Generally, the more specific you are with the search terms, the happier Google should be about ad relevance. The changes don’t have to be huge. Something as simple as fixing your landing page loading time can easily boost your Google ads Quality Score.
Let’s say you see a quality score of 4/10 next to one of your keywords. How can you improve it? Simply by going through all the three factors one by one.
Check what the expected CTR is and how different it is from the real one. Double-check the settings you’ve created for ad relevance. Go through the landing page to which the ad directs and try to single out any inconsistencies.
This way, you’ll be able to spot what needs to be changed and adjust immediately for the best results.

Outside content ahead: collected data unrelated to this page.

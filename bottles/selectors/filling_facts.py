"""What of a bottle's record a forecast needs: what it holds and how surely, its wall, its tube."""

from __future__ import annotations

from dataclasses import dataclass

from bottles.models import Account, Bottle, Scale, Tare
from bottles.physics.venting import INVERTED, LIQUID, UPRIGHT, phase_leaving
from bottles.physics.vessel import wall_heat
from bottles.physics.weighing import net_uncertainty
from bottles.rules.marks import read_mark
from bottles.selectors.history import Spoken, history_of
from bottles.selectors.scales import scale_uncertainty
from shop.base import clock
from shop.base.models import Shop
from shop.physics.units import ambient_pressure

# Common practice, no source: what hangs on a bottle beside its wall, where the tare isn't split;
# what a wall weighs a litre of capacity, where there's no tare.
FITTINGS_G = 700
FITTINGS_SHARE = 5  # a fifth of the tare at most
WALL_G_A_LITRE = {"aluminium": 870, "steel": 1_100}
UNSURE_SCALE_G = 100  # ± of a weight read on a scale that isn't in the book


@dataclass(frozen=True, slots=True)
class Known:
    """What a bottle holds by its books, and whether a scale said so since anything moved."""

    grams: int | None
    error_g: int
    still_as_weighed: bool
    tare: Tare | None

    def error_on(self, scale: Scale | None) -> int:
        """The ± of a net weighed now."""
        own = scale_uncertainty(scale) if scale else UNSURE_SCALE_G
        return net_uncertainty(own, self.tare.error_g if self.tare else 0)


@dataclass(frozen=True, slots=True)
class Walls:
    """Heat capacities that a bottle's wall may have, likeliest first; how its mass was guessed."""

    heat_j_k: tuple[float, ...]
    assumed: str


def known_contents(bottle: Bottle) -> Known:
    """Return what is known of a bottle's contents: unknown where it was never weighed nor filled."""
    history = history_of(bottle)
    tare = _tare_of(bottle)
    weighed = history.ruling[-1] if history.ruling else None
    if weighed is None and not history.changes:
        return Known(None, 0, False, tare)
    moved = any(weighed is None or change.key > weighed.key for change in history.changes if not change.reversal)
    if weighed is not None and not moved:
        return Known(weighed.net_g, weighed.error_g, True, tare)
    balance = Account.objects.filter(bottle=bottle).values_list("balance_g", flat=True).first() or 0
    now = Spoken((clock.now(), 2**62), -1, balance, 0, False)
    return Known(balance, history.books_error(now), False, tare)


def walls_of(bottle: Bottle) -> Walls:
    """Return the wall's heat capacity; both materials where it isn't known which."""
    return walls_by(bottle, _tare_of(bottle))


def walls_by(bottle: Bottle, tare: Tare | None) -> Walls:
    """Return the wall's heat capacity by a tare that was read already."""
    made_of = wall_of(bottle)
    materials = (made_of,) if made_of in WALL_G_A_LITRE else tuple(WALL_G_A_LITRE)
    if tare is None:
        litres = (bottle.capacity_ml or 0) / 1000
        return Walls(
            tuple(wall_heat(name, WALL_G_A_LITRE[name] * litres / 1000) for name in materials),
            "taken from its capacity, as there's no tare",
        )
    parts = list(tare.parts.all())
    split = len({part.thing for part in parts}) > 1
    own = sum(part.grams for part in parts if part.thing == "bottle")
    if split and own:
        return Walls(tuple(wall_heat(name, own / 1000) for name in materials), "")
    mass = tare.total_g - min(FITTINGS_G, tare.total_g // FITTINGS_SHARE)
    return Walls(tuple(wall_heat(name, mass / 1000) for name in materials), "its tare less an allowance for valve and fittings")


def wall_of(bottle: Bottle) -> str | None:
    """What a bottle is made of: as entered, else as its mark says; None where neither tells."""
    if bottle.wall != "unknown":
        return bottle.wall
    specification = read_mark(bottle.mark).specification if bottle.mark else None
    return specification.wall if specification else None


def _tare_of(bottle: Bottle) -> Tare | None:
    return Tare.objects.filter(bottle=bottle).order_by("-since", "-id").prefetch_related("parts").first()


def takes_liquid(bottle: Bottle, *, inverted: bool) -> bool | None:
    """Return whether a supply bottle gives liquid as it stands; None where its tube isn't known."""
    phase = phase_leaving(bottle.dip_tube, INVERTED if inverted else UPRIGHT)
    return None if phase is None else phase == LIQUID


def below_tube_m3(bottle: Bottle, *, inverted: bool) -> float:
    """Return the liquid that a supply bottle's dip tube doesn't reach as it stands [m3]; nothing where it isn't known."""
    return (bottle.below_tube_ml or 0) / 1e6 if bottle.dip_tube == "dip" and not inverted else 0.0


def air_pressure(shop: Shop) -> float:
    """Return the pressure of the air in the shop [Pa]."""
    return ambient_pressure(float(shop.height_m))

Make sure to check Google’s guidelines on the matter and see how you can keep improving the Quality Score with every campaign.
3. Make targeting as detailed as possible
It should be your unconscious standard practice at this point to tailor your ad to your potential clients. Aside from the obvious possibility to target your audience depending on their age, gender or location, Google ads allow you to customize and segment your campaign even further.

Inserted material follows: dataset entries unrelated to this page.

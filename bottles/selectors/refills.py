"""Read refills as they went: their weighings and draws in order, the draw in force."""

from __future__ import annotations

from collections import defaultdict
from collections.abc import Iterable, Mapping, Sequence
from dataclasses import dataclass
from datetime import datetime

from django.db.models import Q

from bottles.models import Draw, Refill, Weighing
from bottles.selectors.scales import scale_uncertainty


@dataclass(frozen=True, slots=True)
class Course:
    """A refill's weighings and draws, in the order in which they happened."""

    refill: Refill
    before: Weighing | None
    reads: tuple[Weighing, ...]  # of the bottle to fill, after the first
    draws: tuple[Draw, ...]
    supply_reads: tuple[Weighing, ...]  # of the supply bottles, made for it

    @property
    def last(self) -> Weighing | None:
        """The latest weighing of the bottle to fill."""
        return self.reads[-1] if self.reads else self.before

    def draw_at(self, happened_at: datetime, act_id: int) -> int:
        """The number of the draw in force at a weighing; a draw begins after the weighing it came with."""
        number = 0
        for place, draw in enumerate(self.draws):
            if (draw.happened_at, draw.act_id) < (happened_at, act_id):
                number = place
        return number

    @property
    def closable(self) -> Weighing | None:
        """The weighing that lets it close: the latest, line disconnected, at or below the limit."""
        last = self.reads[-1] if self.reads else None
        return last if last and last.step == "disconnected" and last.net_g <= self.refill.limit_g else None

    @property
    def overfull(self) -> Weighing | None:
        """The latest weighing where it shows more than the limit."""
        last = self.last
        return last if last and net_without_hose(self.refill, last) > self.refill.limit_g else None

    @property
    def proves_full(self) -> bool:
        """Whether the latest weighing proves a full fill: dry, line off, the target reached within the scale's ±.

        Twice the ±, and one step: the reading to stop at is the target less the scale's ±, rounded
        down, and the scale may be that much out once more.
        """
        last, scale = self.closable, self.refill.station.scale
        if last is None or last.wet:
            return False
        slack = 2 * scale_uncertainty(scale) + scale.resolution_g if scale else last.error_g
        return last.net_g >= self.refill.target_g - slack


def net_without_hose(refill: Refill, weighing: Weighing) -> int:
    """Return a weighing's net with the hose's pull taken out where the line was still connected."""
    return weighing.net_g - (refill.station.hose_pull_g if weighing.step == "after" else 0)


def draws_of(refill: Refill) -> tuple[Draw, ...]:
    """Return a refill's draws in the order in which they happened, with supply bottles and forecasts."""
    return tuple(_draws([refill]))


def in_force(draws: Sequence[Draw]) -> Draw:
    """Return the draw that a refill goes on from now: the one recorded last."""
    return max(draws, key=lambda draw: draw.pk)


def course_of(refill: Refill, draws: Sequence[Draw] | None = None) -> Course:
    """Return a refill's course; whoever has just read its draws hands them over."""
    return courses_of([refill], draws)[0]


def courses_of(refills: Sequence[Refill], draws: Sequence[Draw] | None = None) -> list[Course]:
    """Return the courses of refills: three queries, four where one of them is closed."""
    if not refills:
        return []
    of_refill: dict[int, list[Draw]] = defaultdict(list)
    for draw in _draws(refills) if draws is None else draws:
        of_refill[draw.refill_id].append(draw)
    of_bottle: dict[int, list[Weighing]] = defaultdict(list)
    for row in _weighings_since(refills):
        of_bottle[row.bottle_id].append(row)
    supply_reads = _supply_reads(of_refill)
    opened_later = _opened_later(refills)
    return [
        _course(
            refill, tuple(of_refill[refill.pk]), tuple(supply_reads.get(refill.pk, ())),
            [row for row in of_bottle[refill.bottle_id] if _counts(row, refill) and row.act_id not in opened_later[refill.pk]],
        )
        for refill in refills
    ]  # fmt: skip


def _draws(refills: Sequence[Refill]) -> Iterable[Draw]:
    return Draw.objects.filter(refill__in=refills).select_related("source", "forecast").order_by("happened_at", "id")


def _course(refill: Refill, draws: tuple[Draw, ...], supply_reads: tuple[Weighing, ...], rows: list[Weighing]) -> Course:
    firsts = [row for row in rows if row.step == "before"]
    reads = tuple(row for row in rows if row.step in ("after", "disconnected"))
    return Course(refill, firsts[-1] if firsts else None, reads, draws, supply_reads)


def _weighings_since(refills: Sequence[Refill]) -> Sequence[Weighing]:
    """The weighings of the bottles filled that may count for one of these refills, in order."""
    rows = Weighing.objects.filter(
        bottle__in={refill.bottle_id for refill in refills}, strike__isnull=True, act_id__gte=min(one.act_id for one in refills)
    )
    ends = [refill.closed_at for refill in refills]
    if None not in ends:
        rows = rows.filter(happened_at__lte=max(end for end in ends if end))
    return list(rows.select_related("scale", "tare").order_by("happened_at", "act_id", "id"))


def _counts(row: Weighing, refill: Refill) -> bool:
    """Whether a weighing was made for a refill, or took the place of one that was struck."""
    if row.bottle_id != refill.bottle_id or (refill.closed_at is not None and row.happened_at > refill.closed_at):
        return False
    since = row.act_id > refill.act_id and row.happened_at >= refill.opened_at
    return row.refill_id == refill.pk or row.act_id == refill.act_id or since


def _opened_later(refills: Sequence[Refill]) -> dict[int, set[int]]:
    """For each refill the acts that opened later ones of its bottle: their first weighings aren't its own."""
    found: dict[int, set[int]] = {refill.pk: set() for refill in refills}
    closed = [refill for refill in refills if refill.closed_at is not None]  # while one is open there is no later one
    if not closed:
        return found
    of_bottle: dict[int, list[int]] = defaultdict(list)
    for refill in closed:
        of_bottle[refill.bottle_id].append(refill.pk)
    later = Refill.objects.filter(bottle__in=of_bottle.keys(), id__gt=min(one.pk for one in closed))
    for key, bottle, act in later.values_list("id", "bottle_id", "act_id"):
        for earlier in of_bottle[bottle]:
            if earlier < key:
                found[earlier].add(act)
    return found


def _supply_reads(of_refill: Mapping[int, Sequence[Draw]]) -> dict[int, list[Weighing]]:
    """For each refill the weighings of its supply bottles that came with a draw or were made for it."""
    draws = [draw for each in of_refill.values() for draw in each]
    came_with: dict[tuple[int, int], int] = {(draw.act_id, draw.source_id): draw.refill_id for draw in draws}
    rows = Weighing.objects.filter(
        Q(act_id__in=[draw.act_id for draw in draws]) | Q(refill__in=of_refill.keys()),
        bottle__in={draw.source_id for draw in draws}, strike__isnull=True,
    )
    found: dict[int, list[Weighing]] = defaultdict(list)
    for row in rows.order_by("happened_at", "act_id", "id"):
        refill = row.refill_id or came_with.get((row.act_id, row.bottle_id))
        if refill is not None:
            found[refill].append(row)
    return found


def source_weighings(course: Course, number: int) -> list[Weighing]:
    """Return the weighings of one draw's supply bottle, from its start on."""
    draw = course.draws[number]
    end = course.draws[number + 1].act_id if number + 1 < len(course.draws) else None
    mine = [
        row for row in course.supply_reads
        if row.bottle_id == draw.source_id and (row.act_id == draw.act_id or row.refill_id == course.refill.pk)
    ]  # fmt: skip
    return [row for row in mine if row.act_id >= draw.act_id and (end is None or row.act_id <= end)]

When it comes to your audience, you have the possibility to target users based on some pretty specific factors, such as:
- their interests
- their habits
- their most popular search queries
- their interaction with your website
You can also create custom audience segments by inserting keywords based on your potential customers’ interests, URLs, and apps that they’re likely to use or that are similar to yours. This way, you’re able to target a very narrow audience, yet the one that is highly likely to engage with your product.
But that’s not the only thing Google has in store. It also enables you to use content targeting. Among other things, it lets you choose the topics related to those of the websites your ads appear on, as well as specific placements (i.e websites or apps on the Google Display Network) where you want the ads to show.

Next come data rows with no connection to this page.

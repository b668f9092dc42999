"""Scales: how well each tells, and when each was last checked with a known weight."""

from __future__ import annotations

from collections.abc import Iterable
from dataclasses import dataclass
from datetime import date, datetime

from django.db.models import F, Window
from django.db.models.functions import RowNumber

from bottles.models import Scale, ScaleCheck
from bottles.physics.weighing import net_uncertainty
from shop.base import clock
from shop.base.models import Shop


@dataclass(frozen=True, slots=True)
class Checked:
    """A scale with its last check."""

    scale: Scale
    check: ScaleCheck | None
    today: bool  # whether that check was made on the shop's day

    @property
    def passed_today(self) -> bool:
        """Whether the day's first fill may follow."""
        return self.today and self.check is not None and self.check.passed

    @property
    def failed(self) -> bool:
        """Whether its last check failed: out of use until one passes."""
        return self.check is not None and not self.check.passed


def scale_uncertainty(scale: Scale) -> int:
    """Return the ± of one reading in grams: the scale's error, and half of what it can tell apart."""
    return net_uncertainty(scale.error_g, (scale.resolution_g + 1) // 2)


def last_check(scale: Scale, at: datetime | None = None) -> ScaleCheck | None:
    """Return the last check that was made by a moment (now, where none is given)."""
    checks = ScaleCheck.objects.filter(scale=scale)
    if at is not None:
        checks = checks.filter(happened_at__lte=at)
    return checks.order_by("-happened_at", "-id").first()


def checked_scales(shop: Shop, scales: Iterable[Scale] | None = None) -> list[Checked]:
    """Return scales (those in use, where none are given) with their last checks: two queries."""
    found = list(Scale.objects.filter(active=True).order_by("name")) if scales is None else list(scales)
    newest = Window(RowNumber(), partition_by=F("scale"), order_by=[F("happened_at").desc(), F("id").desc()])
    checks = {
        check.scale_id: check
        for check in ScaleCheck.objects.filter(scale__in=found).annotate(place=newest).filter(place=1)
    }
    today = clock.today(shop)
    return [Checked(scale, checks.get(scale.pk), _on(checks.get(scale.pk), today, shop)) for scale in found]


def scale_checked(scale: Scale, shop: Shop) -> Checked:
    """Return one scale with its last check."""
    check = last_check(scale)
    return Checked(scale, check, _on(check, clock.today(shop), shop))


def _on(check: ScaleCheck | None, day: date, shop: Shop) -> bool:
    return check is not None and clock.day_of(check.happened_at, shop) == day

Editor’s note: This form of online advertising largely depends on third-party cookies and will soon become inactive for Google ads users. With third-party cookies, paid ads can use information about the target audience obtained from third-party websites to match the search traffic best.
Once these cookies are banned, marketers will only be able to rely on the first-party cookies, i.e. the user information gathered directly on their own websites.
When it comes to targeting, it’s also important to make use of exclusions and filter out the topics or types of content that you don’t want your marketing campaign to be associated with.
Just like with negative keywords, you should regularly check the placements where your ads appear and rid of those that are irrelevant or perform badly.
4. Spend extra time on the creatives
Setting up a new campaign takes a lot of research. There are many elements of the Google ads campaign you need to take care of:
- Targeting options
- Ad group levels
- Specific keywords
- Bidding strategy
So many, in fact, that it’s fairly easy to treat the actual copy and images for your Google ads as an afterthought.
That approach might have worked a couple of years ago when users weren’t bombarded by ads on every corner of the internet. Now it takes a lot more effort to stand out from the crowd.
So, if you notice that your campaign isn’t performing well, the problem might not lay in the campaigns’ settings, but rather in blandly looking (or sounding) ads.
How to create Google ads creatives that convert
Your best indicator that something is not right with your ads’ creatives is a low CTR. Fortunately, there is a handful of things you could try and do to address this issue. Here are some Google ads best practices for creatives:
Check if your visuals are in line with Google’s best practices, and make sure the designers at your company always follow them.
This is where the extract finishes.